My tool of choice is the appropriately named Windows Grep:

  • nice simple GUI
  • supports search and replace
  • can show the lines around the lines found
  • can search within columns in CSVs and fixed-width files

PowerShell's select-string is similar, it's not the same options and semantics, but it's still powerful.


If you want a simple to use Windows Grep tool, I created one called P-Grep that I have made available for free download from my website: www.adjutantit.com - home menu, downloads.

Windows Grep seemed to have problems with a large number of files, so I wrote my own - which seems more reliable. You can select a folder, right click and send it to P-Grep. The sendto folder gets unpdated during installation.


Another good choice is MSYS. It gives you a bunch of other GNU utilities to allow you to be more productive.


I've been using AJC Grep daily for years. The only major limitation I've found is that file paths are limited to 255 characters and it stops when it encounters one, rather than just issuing a warning. It's annoying but doesn't happen very often.

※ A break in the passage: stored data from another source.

"""Panels: where they stand in a figure, their grid and scales, and the mark at the limit.

The grid and its numbers are drawn as a few lines and texts; the axes of the library have so
many parts that they took most of the time.
"""

from collections.abc import Sequence
from typing import Any

import numpy as np
from matplotlib.artist import Artist
from matplotlib.axes import Axes
from matplotlib.figure import Figure
from matplotlib.lines import Line2D
from matplotlib.ticker import MaxNLocator

from stdfit.base.arrays import FloatArray
from stdfit.writing.numbers import frequency
from stdfit.writing.pictures.palette import PALETTE
from stdfit.writing.pictures.vector import FONT_SIZE, new_figure

WIDTH = 4.5
"""Inches: text stays legible where a picture is as wide as a phone."""

LEFT, BELOW, ABOVE = 0.56, 0.42, 0.40
"""Inches around a panel for numbers and words."""

SMALL = FONT_SIZE - 0.5
"""Points of numbers and labels."""

DASHED, DOTTED = (0, (4, 2)), (0, (1, 1.2))


def panels(heights: Sequence[float], *, right: float = 0.14) -> tuple[Figure, list[Axes]]:
    """Return a figure with panels below each other.

    Parameters
    ----------
    heights : sequence of float
        Of the panels, in inches.
    right : float
        Inches at the right of them.
    """
    total = sum(heights) + ABOVE * len(heights) + BELOW
    figure = new_figure(WIDTH, total)
    made = []
    top = total
    for height in heights:
        top -= ABOVE + height
        rectangle = (LEFT / WIDTH, top / total, (WIDTH - LEFT - right) / WIDTH, height / total)
        made.append(_bare(figure, rectangle))
    return figure, made


def square() -> tuple[Figure, Axes]:
    """Return a figure with one square panel."""
    figure = new_figure(WIDTH, WIDTH)
    return figure, _bare(figure, (0.0, 0.0, 1.0, 1.0))


def _bare(figure: Figure, rectangle: tuple[float, float, float, float]) -> Axes:
    figure.patch.set_visible(False)
    axes = figure.add_axes(rectangle)
    axes.set_axis_off()
    return axes


def unit_of(top_hz: float) -> tuple[float, str]:
    """Return the size and the name of the unit in which frequencies are told: MHz where all are below 1 GHz."""
    if top_hz >= 1e9:
        return 1e9, "GHz"
    return (1e6, "MHz") if top_hz >= 1e6 else (1e3, "kHz")


def frequency_axis(axes: Axes, frequency_hz: FloatArray) -> float:
    """Set the horizontal axis to a band, and return the size of its unit in Hz."""
    size, _ = unit_of(float(frequency_hz[-1]))
    low, top = float(frequency_hz[0]) / size, float(frequency_hz[-1]) / size
    axes.set_xlim(0.0 if low < 0.15 * top else low, top)
    return size


def ruled(
    axes: Axes,
    head: str,
    limits: tuple[float, float],
    top_hz: float | None,
    marks: Sequence[float] | None = None,
) -> list[Artist]:
    """Draw grid lines, numbers and words around a panel whose horizontal axis is set.

    Parameters
    ----------
    axes : Axes
    head : str
        What the vertical axis shows; it stands above its upper end, where it needs no turned letters.
    limits : (float, float)
        Ends of the vertical axis.
    top_hz : float or None
        Last frequency; None leaves out the numbers below, as between panels.
    marks : sequence of float, optional
        Values with a grid line; round ones by default.
    """
    axes.set_ylim(*limits)
    low, top = axes.get_xlim()
    width, height = size_of(axes)
    across = _round_values(low, top, max(2, int(width / 0.55)))
    up = (
        _round_values(*limits, max(2, int(height / 0.24)))
        if marks is None
        else np.asarray(marks, dtype=float)
    )
    floor, ceiling = limits
    artists: list[Artist] = [
        _grid(axes, [(x, x) for x in across], [(floor, ceiling)] * len(across)),
        _grid(axes, [(low, top)] * len(up), [(y, y) for y in up]),
        *axes.plot(
            *([low, low, top], [ceiling, floor, floor]), color=PALETTE["quiet"], linewidth=0.8, clip_on=False
        ),
    ]
    words: dict[str, Any] = {"color": PALETTE["ink"], "fontsize": SMALL}
    for y, told in zip(up, _told(up), strict=True):
        artists.append(
            _beside(axes, (low, y), told, (-3.0, 0.0), ("data", "data"), ha="right", va="center", **words)
        )
    if top_hz is not None:
        for x, told in zip(across, _told(across), strict=True):
            artists.append(
                _beside(axes, (x, floor), told, (0.0, -3.0), ("data", "data"), ha="center", va="top", **words)
            )
        artists.append(
            _beside(
                *(axes, (0.5, 0.0), f"frequency ({unit_of(top_hz)[1]})", (0.0, -14.0)),
                ("axes fraction", "axes fraction"),
                ha="center",
                va="top",
                color=PALETTE["ink"],
            )
        )
    artists.append(
        _beside(
            *(axes, (0.0, 1.0), head, (-LEFT * 72.0 + 3.0, 15.0), ("axes fraction", "axes fraction")),
            ha="left",
            va="bottom",
            color=PALETTE["ink"],
        )
    )
    return artists


def mark_limit(axes: Axes, limit_hz: float, size: float, *, told: bool = True) -> list[Artist]:
    """Draw the limit as a dashed line, with its frequency above it; nothing where there is none inside the axes."""
    low, top = axes.get_xlim()
    place = limit_hz / size
    if not low < place <= top * (1.0 + 1e-9):
        return []
    artists: list[Artist] = [
        axes.axvline(place, color=PALETTE["ink"], linewidth=0.9, linestyle=DASHED, zorder=3, clip_on=False)
    ]
    if told:
        part = (place - low) / (top - low)
        artists.append(
            _beside(
                *(axes, (place, 1.0), f"limit {frequency(limit_hz)}", (0.0, 2.5), ("data", "axes fraction")),
                color=PALETTE["ink"],
                fontsize=SMALL,
                ha="left" if part < 0.15 else "right" if part > 0.85 else "center",
                va="bottom",
            )
        )
    return artists


def dots(axes: Axes, x: FloatArray, y: FloatArray, colour: str, *, flat: bool = False, **more: Any) -> Line2D:
    """Draw points as one path of very short strokes, round or flat; as single marks they take ten times the room."""
    half = (1.0 if flat else 0.025) / 72.0 / size_of(axes)[0] * float(np.ptp(axes.get_xlim()))
    gaps = np.full(x.size, np.nan)
    (line,) = axes.plot(
        np.stack([x - half, x + half, gaps], axis=1).ravel(),
        np.stack([y, y, gaps], axis=1).ravel(),
        color=PALETTE[colour],
        linewidth=1.0 if flat else 2.3,
        solid_capstyle="butt" if flat else "round",
        **more,
    )
    line.set_snap(False)  # where pixels are painted, strokes of no length would be lost
    line.get_path().should_simplify = False
    return line


def size_of(axes: Axes) -> tuple[float, float]:
    """Return width and height of a panel in inches."""
    box, figure = axes.get_position(), axes.get_figure(root=True)
    assert figure is not None  # every panel is made in one
    return float(box.width * figure.get_figwidth()), float(box.height * figure.get_figheight())


def _beside(
    axes: Axes,
    place: tuple[float, float],
    text: str,
    points: tuple[float, float],
    of: tuple[str, str],
    **more: Any,
) -> Artist:
    """Write a text some points away from a place."""
    return axes.annotate(
        text, place, xycoords=of, xytext=points, textcoords="offset points", annotation_clip=False, **more
    )


def _grid(axes: Axes, xs: Sequence[tuple[float, float]], ys: Sequence[tuple[float, float]]) -> Line2D:
    """Draw lines that are no parts of each other as one."""
    gap = (np.nan,)
    (line,) = axes.plot(
        [value for pair in xs for value in (*pair, *gap)],
        [value for pair in ys for value in (*pair, *gap)],
        color=PALETTE["grid"],
        linewidth=0.7,
        zorder=0.1,
        clip_on=False,
    )
    return line


def _round_values(low: float, top: float, count: int) -> FloatArray:
    """Return round values within a range, no more than about `count`."""
    values = np.asarray(MaxNLocator(nbins=count, steps=[1, 2, 2.5, 5, 10]).tick_values(low, top))
    slack = 1e-9 * (top - low)
    return values[(values >= low - slack) & (values <= top + slack)]


def _told(values: FloatArray) -> list[str]:
    """Return values as text, all with as many decimals as the last digit of their steps needs."""
    if values.size > 2 and not np.allclose(np.diff(values), values[1] - values[0]):
        return [f"{value:g}" for value in values]
    largest = float(np.abs(values).max(initial=0.0))
    digits = next(
        (d for d in range(7) if np.abs(np.round(values, d) - values).max(initial=0.0) < 1e-6 * largest), 6
    )
    return [f"{value + 0.0:.{digits}f}".replace("-", "−") for value in np.round(values, digits)]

I use it on 64-bit Windows 7 Ultimate, so its 64-bit credentials are fine.


I've been using it forever and luckily it's still available. It's super fast and very small.


If none of the solulutions is quite what you are looking for, perhaps you could write a wrapper to FindStr that does exactly what you require?

FindStr is pretty good anyway so it should just be knocking a GUI up (if you want it) and providing a few extra features (like combining it with Find to find the count of files which contain a specified string [mentioned above]).

This, of course, assumes you have the requirement, time and inclination to do this!


I have Cygwin installed on my machine and put the Cygwin bin directory in my environmental path, so the Cygwin grep works like normal in a command line which solves all my scripting needs for grep at the moment.